- Born: February 6, 1929 East Orange, New Jersey
- Died: December 10, 2016 (aged 87) Washington, D.C.
- Occupation: Journalist
- Known for: War and Peace in the Nuclear Age (book – related to PBS television series)

= John Newhouse =

American journalist and author

Wilfred John Newhouse (February 6, 1929 – December 10, 2016) was an American journalist and author. He was best known as the author of the book War and Peace in the Nuclear Age, published in 1989 as companion to a PBS television series.

==Early life==
Newhouse graduated from Duke University in 1950, after which he served two years in the United States Air Force. After his discharge, Newhouse took a job as a copy boy for the United Press wire service in New York. He lived in Paris in the 50s and 60s.

==Career==
Newhouse was an American journalist, an author of nine books and a civil servant whose work spanned over fifty years. He worked for Collier's magazine, a popular weekly in the 1950s; authored numerous books on diplomacy, history, and later the airline industry. As Collier’s ceased publication in 1957, Newhouse worked in broadcast journalism with ABC News and was sent in 1958 to Beirut to cover the military operation of the U.S. Marines. He is considered the preeminent historian on SALT I, the strategic arms limitation talks that took place between 1969 and 1972 and resulted in the Anti-Ballistic Missile Treaty, for his book Cold Dawn.

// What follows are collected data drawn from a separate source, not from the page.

#!/usr/bin/env bash
# Private PostgreSQL cluster for Getterline: data under .data/pg (git-ignored),
# loopback only, non-default port, run as the unprivileged "postgres" OS user.
# Usage: scripts/db.sh start|stop|status|url
# With DATABASE_URL already set (your own server) it does nothing.
set -euo pipefail
cd "$(dirname "$0")/.."
ROOT=$(pwd)
PORT=${PGPORT_LOCAL:-54329}
DATA="$ROOT/.data/pg"
LOG="$ROOT/.data/pg.log"
cmd=${1:-start}

if [ -n "${DATABASE_URL:-}" ] && [ "${GETTERLINE_OWN_DB:-0}" != "1" ]; then
  echo "db: DATABASE_URL is set; using that server and leaving the private cluster alone."
  exit 0
fi

find_pgbin() { ls -d /usr/lib/postgresql/*/bin 2>/dev/null | sort -V | tail -1; }
PGBIN=$(find_pgbin || true)
if [ -z "$PGBIN" ] || [ ! -x "$PGBIN/initdb" ]; then
  if [ "$cmd" != "start" ]; then echo "db: PostgreSQL is not installed"; exit 0; fi
  echo "db: installing PostgreSQL from Debian's packages…"
  if [ "$(id -u)" -ne 0 ]; then echo "db: need root (or sudo) to apt-get install postgresql, or set DATABASE_URL" >&2; exit 1; fi
  export DEBIAN_FRONTEND=noninteractive
  apt-get update -qq
  apt-get install -y -qq postgresql >/dev/null
  # Debian's package may create and start a default cluster; we do not use it.
  PGBIN=$(find_pgbin)
fi

# PostgreSQL refuses to run as root: run it as an unprivileged user.
RUNAS=()
if [ "$(id -u)" -eq 0 ]; then
  id postgres >/dev/null 2>&1 || useradd --system --home-dir /nonexistent --shell /usr/sbin/nologin postgres
  RUNAS=(runuser -u postgres --)
fi

as_pg() { "${RUNAS[@]}" "$@"; }

case "$cmd" in
  start)
    mkdir -p "$DATA"
    [ "$(id -u)" -eq 0 ] && chown postgres: "$ROOT/.data" "$DATA"
    chmod 700 "$DATA"
    if [ ! -s "$DATA/PG_VERSION" ]; then
      as_pg "$PGBIN/initdb" -D "$DATA" -U app --auth=trust -E UTF8 --locale=C.UTF-8 >/dev/null
    fi
    touch "$LOG"; [ "$(id -u)" -eq 0 ] && chown postgres: "$LOG"
    if as_pg "$PGBIN/pg_ctl" -D "$DATA" status >/dev/null 2>&1; then
      echo "db: already running on 127.0.0.1:$PORT"
    else
      # A crash can leave postmaster.pid behind; pg_ctl status said no server
      # runs, so a pid file whose process is gone (or is not postgres) is stale.
      if [ -f "$DATA/postmaster.pid" ]; then
        pid=$(head -1 "$DATA/postmaster.pid")
        if ! ps -p "$pid" -o comm= 2>/dev/null | grep -q postgres; then
          echo "db: removing stale postmaster.pid (pid $pid)"
          rm -f "$DATA/postmaster.pid"
        fi
      fi
      EXTRA=${PG_EXTRA_OPTS:-}
      as_pg "$PGBIN/pg_ctl" -D "$DATA" -l "$LOG" -w -t 60 start \
        -o "-p $PORT -c listen_addresses=127.0.0.1 -c unix_socket_directories= -c max_connections=200 $EXTRA" >/dev/null
      echo "db: started on 127.0.0.1:$PORT"
    fi
    ;;
  stop)
    if [ -s "$DATA/PG_VERSION" ] && as_pg "$PGBIN/pg_ctl" -D "$DATA" status >/dev/null 2>&1; then
      as_pg "$PGBIN/pg_ctl" -D "$DATA" -w -m fast stop >/dev/null
      echo "db: stopped"
    else
      echo "db: not running"
    fi
    ;;
  status)
    as_pg "$PGBIN/pg_ctl" -D "$DATA" status ;;
  url)
    echo "postgres://app@127.0.0.1:$PORT/getterline" ;;
  *) echo "usage: $0 start|stop|status|url" >&2; exit 2 ;;
esac
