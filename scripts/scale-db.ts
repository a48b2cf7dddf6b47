// The scale catalogue's own database (npm run seed:scale, npm run bench:catalogue): SCALE_DATABASE_URL, or
// getterline_scale on the same server as the app's database.
import { execFileSync } from "node:child_process";

export function scaleDatabaseUrl(): string {
  if (process.env.SCALE_DATABASE_URL) return process.env.SCALE_DATABASE_URL;
  const base = process.env.DATABASE_URL ?? execFileSync("bash", ["scripts/db.sh", "url"], { encoding: "utf8" }).trim();
  const u = new URL(base);
  u.pathname = "/getterline_scale";
  return u.toString();
}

In 1980, Newhouse joined the staff of the New Yorker where he wrote about diplomacy, arms control, and current affairs as well as profiles of prominent figures including Hussein, King of Jordan, and former U.S. Senator Alan K. Simpson. During his career in journalism, Newhouse also wrote about the influence of foreign lobbies on us politics for Foreign Affairs magazine. He also had a second career as a government official with the United States Senate Committee on Foreign Relations, the Arms Control and Disarmament Agency and the United States State Department. At this department, he was a negotiator of the Strategic Arms Limitation Talks (SALT) II. After five years on the committee, the Ford Foundation offered Newhouse a grant to live, study and write in Paris about European issues.

==Publications==

===Books===

- US Troops in Europe: Issues, Costs and Choices. (1972).
- Cold Dawn – The Story of Salt. (1973). John Newhouse.
- The Nuclear Age: From Hiroshima to Star Wars. (1989).
- Imperial America: The Bush Assault on World Order. (September 14, 2004).
- De Gaulle and the Anglo-Saxons. (De Gaulle and the Anglo-Saxons). (April 29, 1970)
- Europe Adrift. (1997).
- War And Peace In The Nuclear Age. (1989).
- The Sporty Game: The High-Risk Competitive Business of Making and Selling Commercial Airliners. (1982).
- Boeing versus Airbus: The Inside Story of the Greatest International Competition in Business. (2008).